13:14 JST, November 6, 2021
Dear Troubleshooter:
I’m a woman in my 20s who is a company employee. I have a child who is a little over a year old. I also got divorced a year and a half ago, and I’m no longer directly involved with my ex-husband in any way. Despite this, I am still in contact with his family.
My child is my ex-husband’s parents’ first grandchild, and I think they’d like to see my child grow up. I’m an optimist who doesn’t dwell on the details, so for me, I really enjoy talking to his family. I especially love my ex-husband’s older sister, with whom I still go out and have lunch on my days off.
I just got invited to that older sister’s wedding and I really want to be there to celebrate this time in her life, but my ex-husband will be there too, which complicates things.

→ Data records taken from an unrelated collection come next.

"""The script that remakes the bundled record of the pole, on a small made-up record in the layout of the package."""

import sys
import zipfile

import numpy as np
import pytest

from massfingerprint import bundled
from massfingerprint.bundled import open_bundled_table, rebuild_pole
from massfingerprint.errors import DamagedFileError


def record(days, *, first=rebuild_pole.FIRST_DAY):
    """x falls by 0.001 arcsec a day from 0.1, y is 0.2."""
    rows = [f"1962 1 1 0 {first + n:.2f} {0.1 - 0.001 * n:.6f} {0.2:.6f} 0.03" for n in range(days)]
    return "# a head\n" + "\n".join(rows) + "\n"


def test_means_stand_at_the_middle_of_their_days():
    found = rebuild_pole.means(rebuild_pole.daily(record(80)))
    # 37 days end at 36.525, 37 more at 73.05; the third tenth is not over
    assert list(found["days"]) == [37, 37]
    assert list(found["time"]) == ["1962-01-19T00:00", "1962-02-25T00:00"]
    assert [float(x) for x in found["x [mas]"]] == pytest.approx([100.0 - 18.0, 100.0 - 55.0])
    assert set(found["y [mas]"]) == {"200.000"}


def test_the_last_tenth_counts_only_when_it_is_over():
    lengths = [len(rebuild_pole.means(rebuild_pole.daily(record(days)))) for days in (73, 74, 109, 110)]
    assert lengths == [1, 2, 2, 3]


@pytest.mark.parametrize(
    ("text", "words"),
    [
        (record(40, first=40000), "does not hold every day from 37665"),
        ("\n".join(line for n, line in enumerate(record(40).splitlines()) if n != 20), "does not hold every day"),
        ("# only a head\n", "does not hold every day"),
        (record(40).replace("0.200000", "no"), "is not a daily record of the pole"),
    ],
)
def test_a_record_that_is_not_whole_is_refused(text, words):
    with pytest.raises(DamagedFileError, match=words):
        rebuild_pole.daily(text)


def test_the_script_writes_into_the_folder_it_is_given(tmp_path, monkeypatch, capsys):
    def downloaded(command, check):
        wheel = f"{command[command.index('--dest') + 1]}/package.whl"
        with zipfile.ZipFile(wheel, "w") as archive:
            archive.writestr(rebuild_pole.DAILY, record(40))

    monkeypatch.setattr(rebuild_pole.subprocess, "run", downloaded)
    monkeypatch.setattr(sys, "argv", ["rebuild_pole", "--into", str(tmp_path)])
    rebuild_pole.main()
    printed = capsys.readouterr().out
    assert "rows 1 (bundled 647)" in printed
    assert "x differs by at most 129.584 mas" in printed  # 82 against -47.584
    written = (tmp_path / rebuild_pole.TABLE).read_text(encoding="utf-8")
    assert written == "time,x [mas],y [mas],days\n1962-01-19T00:00,82.000,200.000,37\n"


def test_the_bundled_table_is_one_of_such_means():
    table = open_bundled_table(rebuild_pole.TABLE)
    assert tuple(table.columns) == rebuild_pole.HEADER
    time = table["time"].to_numpy(dtype="datetime64[m]")
    # middles of 36 or 37 days: one and a half days about a tenth of a year apart
    assert (np.abs(np.diff(time) / np.timedelta64(1, "D") - rebuild_pole.SPAN) < 1.0).all()
    first = table["days"].astype(int).sum()
    assert first == round((time[-1] - time[0]) / np.timedelta64(1, "D") + 0.5 * (37 + 36))
    assert "IERS" in bundled.bundled_sources()[rebuild_pole.TABLE]["source"]
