"""Maps and charts: the only room with matplotlib and cartopy. Each figure takes finished tables, computes nothing."""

I’m grateful to my ex’s family for continuing to care about us and wishing for our happiness even after the divorce. I don’t think I’d be wrong whether I went or not, which is what’s actually making it harder for me to RSVP. I would really appreciate some advice.
— C, Hyogo Prefecture
Dear Ms. C:
You got divorced about the same time you gave birth, right? And you are not involved with your ex-husband in any way. There isn’t any sort of communication and there’s no child support being paid, is there? Those are quite the circumstances to find yourself in.
Despite this, you’re still communicating with his family. I can understand them wanting to see their grandchild grow up, but I feel like that’s not enough to justify this. On top of that, you going to this wedding tells not only the older sister’s husband but also his family and friends about you and your child. Even you, the optimist, sensed something about this was off enough that you included it in your letter.
You are still young, and you can’t rule out getting married again. If that were to happen, do you think his family would happily see you and your child off into your new life?
Pain walks hand-in-hand with divorce. Divorce doesn’t just mean the husband and wife become strangers; it means both families cutting ties. I think his family just can’t accept this. I think if you keep letting them see their grandchild, that risks having your child one day taste the pain of saying farewell to them.
I think you need to reflect on not only whether you should attend the wedding, but on whether you should continue communicating with his family. Please think about your future, not your past, and decide what to do.